The set of even numbers can be inductively defined as the least set
containing 0 and closed under the operation ${\cdots}+2$.  Obviously,
\emph{even} can also be expressed using the divides relation (\isa{dvd}). 
We shall prove below that the two formulations coincide.  On the way we
shall examine the primary means of reasoning about inductively defined
sets: rule induction.

\subsection{Making an inductive definition}

Using \isacommand{consts}, we declare the constant \isa{even} to be a set
of natural numbers. The \isacommand{inductive} declaration gives it the
desired properties.
\begin{isabelle}
\isacommand{consts}\ even\ ::\ "nat\ set"\isanewline
\isacommand{inductive}\ even\isanewline
\isakeyword{intros}\isanewline
zero[intro!]:\ "0\ \isasymin \ even"\isanewline
step[intro!]:\ "n\ \isasymin \ even\ \isasymLongrightarrow \ (Suc\ (Suc\
n))\ \isasymin \ even"
\end{isabelle}

An inductive definition consists of introduction rules.  The first one
above states that 0 is even; the second states that if $n$ is even, then so
is
$n+2$.  Given this declaration, Isabelle generates a fixed point definition
for \isa{even} and proves theorems about it.  These theorems include the
introduction rules specified in the declaration, an elimination rule for case
analysis and an induction rule.  We can refer to these theorems by
automatically-generated names.  Here are two examples:
%
\begin{isabelle}
0\ \isasymin \ even
\rulename{even.zero}
\par\smallskip
n\ \isasymin \ even\ \isasymLongrightarrow \ Suc\ (Suc\ n)\ \isasymin \
even%
\rulename{even.step}
\end{isabelle}

The introduction rules can be given attributes.  Here both rules are
specified as \isa{intro!}, directing the classical reasoner to 
apply them aggressively.
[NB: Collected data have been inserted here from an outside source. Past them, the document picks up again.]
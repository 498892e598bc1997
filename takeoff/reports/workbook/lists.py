"""What is missing from the totals, and what was assumed on the way to them: one sheet each. Rank 9."""

from __future__ import annotations

from typing import TYPE_CHECKING

from takeoff.findings import KINDS
from takeoff.reports.wording import cells_text, refusals, shown
from takeoff.reports.workbook.sheet import ASSUMPTIONS, NOT_WEIGHED, Book, Sheet

if TYPE_CHECKING:
    from takeoff.findings import Finding
    from takeoff.pipeline import Result

_MOST_CELLS = 200


def write_not_weighed(book: Book, result: Result) -> None:
    """One line for each reason of each row that is in no total, then what was not read at all."""
    sheet = book.sheets[NOT_WEIGHED]
    sheet.widths([26, 9, 12, 16, 8, 28, 46, 48])
    count = result.totals.not_weighed
    row = _top(
        sheet, NOT_WEIGHED, "Every row was weighed." if not count else
        f"{count} row{'s are' if count != 1 else ' is'} in no total. Mend the cell named, or weigh the piece; then run again.",
    )
    sheet.texts(row, 0, ("Row of the list", "Cell", "Mark", "Assembly"), "head")
    sheet.text(row, 4, "Pieces", "head right")
    sheet.texts(row, 5, ("What was read", "Why it is not weighed", "What would be right"), "head")
    first = row
    marks, assemblies = ([_text(v) for v in result.members[key].tolist()] for key in ("mark", "assembly"))
    pieces = result.members["quantity"].astype(float).tolist()
    for refusal in refusals(result, name_file=len(result.inputs) > 1):
        row += 1
        sheet.texts(row, 0, (refusal.place, refusal.cell, marks[refusal.index], assemblies[refusal.index]), "cell wrap")
        sheet.number(row, 4, pieces[refusal.index], "whole")
        sheet.texts(row, 5, (refusal.read, refusal.reason, refusal.right), "cell wrap")
    for finding in result.findings:
        if finding.level == "refused":
            row += 1
            sheet.texts(row, 0, (_place(finding, result), finding.cell, None, None, None), "cell wrap")
            sheet.texts(row, 5, (finding.read, finding.message, finding.right), "cell wrap")
    if row == first:
        row += 1
        sheet.texts(row, 0, ("(none)", *[None] * 7), "cell")
    _finish(sheet, first, row, 7)


def write_assumptions(book: Book, result: Result) -> None:
    """Everything that was assumed, then everything worth a note; the same thing on many rows stands once, with its cells."""
    sheet = book.sheets[ASSUMPTIONS]
    sheet.widths([11, 54, 24, 36, 8, 22, 44])
    row = _top(
        sheet, ASSUMPTIONS, "“assumed” is counted in the totals, but rests on something inferred: confirm it. “note” was "
        "read plainly and is said because a checker may want to know.",
    )
    sheet.texts(row, 0, ("Level", "What was assumed or noticed", "What was read", "What would settle it"), "head")
    sheet.text(row, 4, "Times", "head right")
    sheet.texts(row, 5, ("Where", "Cells"), "head")
    first = row
    findings = [f for f in result.all_findings() if f.level in {"assumed", "note"}]
    for level in ("assumed", "note"):
        for finding in findings:
            if finding.level != level:
                continue
            row += 1
            sheet.text(row, 0, level, "cell bold" if level == "assumed" else "cell")
            sheet.texts(row, 1, (finding.message, finding.read, finding.right), "cell wrap")
            sheet.number(row, 4, finding.count, "whole")
            sheet.texts(row, 5, (_place(finding, result), cells_text(finding, _MOST_CELLS)), "cell wrap")
    if row == first:
        row += 1
        sheet.texts(row, 0, ("(none)", *[None] * 6), "cell")
    _finish(sheet, first, row, 6)
    kinds = sorted({f.kind for f in findings})
    if kinds:
        row += 2
        sheet.heading(row, "Kinds of findings above, as the JSON names them", 2)
        for kind in kinds:
            row += 1
            sheet.text(row, 0, None, "text")
            sheet.long_text(row, (1, 6), f"{kind}: {KINDS[kind]}", "quiet wrap")


def _top(sheet: Sheet, name: str, about: str) -> int:
    sheet.height(0, 24)
    sheet.text(0, 0, f"{name}: {sheet.book.title}", "title")
    sheet.text(1, 0, about, "quiet")
    return 3


def _finish(sheet: Sheet, heading: int, last: int, last_column: int) -> None:
    sheet.raw.freeze_panes(heading + 1, 1)
    sheet.raw.repeat_rows(heading)
    sheet.raw.autofilter(heading, 0, last, last_column)


def _place(finding: Finding, result: Result) -> str:
    """The sheet; with its file where there are several."""
    file = finding.file if len(result.inputs) > 1 or not finding.sheet else None
    return " / ".join(shown(p) for p in (file, finding.sheet) if p)


def _text(value: object) -> str | None:
    return value if isinstance(value, str) else None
Obviously, regarding 0 as even is safe.  The
\isa{step} rule is also safe because $n+2$ is even if and only if $n$ is
even.  We prove this equivalence later.

\subsection{Using introduction rules}

Our first lemma states that numbers of the form $2\times k$ are even.
Introduction rules are used to show that specific values belong to the
inductive set.  Such proofs typically involve 
induction, perhaps over some other inductive set.
\begin{isabelle}
\isacommand{lemma}\ two_times_even[intro!]:\ "\#2*k\ \isasymin \ even"
\isanewline
\isacommand{apply}\ (induct\ "k")\isanewline
\ \isacommand{apply}\ auto\isanewline
\isacommand{done}
\end{isabelle}
%
The first step is induction on the natural number \isa{k}, which leaves
two subgoals:
\begin{isabelle}
\ 1.\ \#2\ *\ 0\ \isasymin \ even\isanewline
\ 2.\ \isasymAnd n.\ \#2\ *\ n\ \isasymin \ even\ \isasymLongrightarrow \ \#2\ *\ Suc\ n\ \isasymin \ even
\end{isabelle}
%
Here \isa{auto} simplifies both subgoals so that they match the introduction
rules, which are then applied automatically.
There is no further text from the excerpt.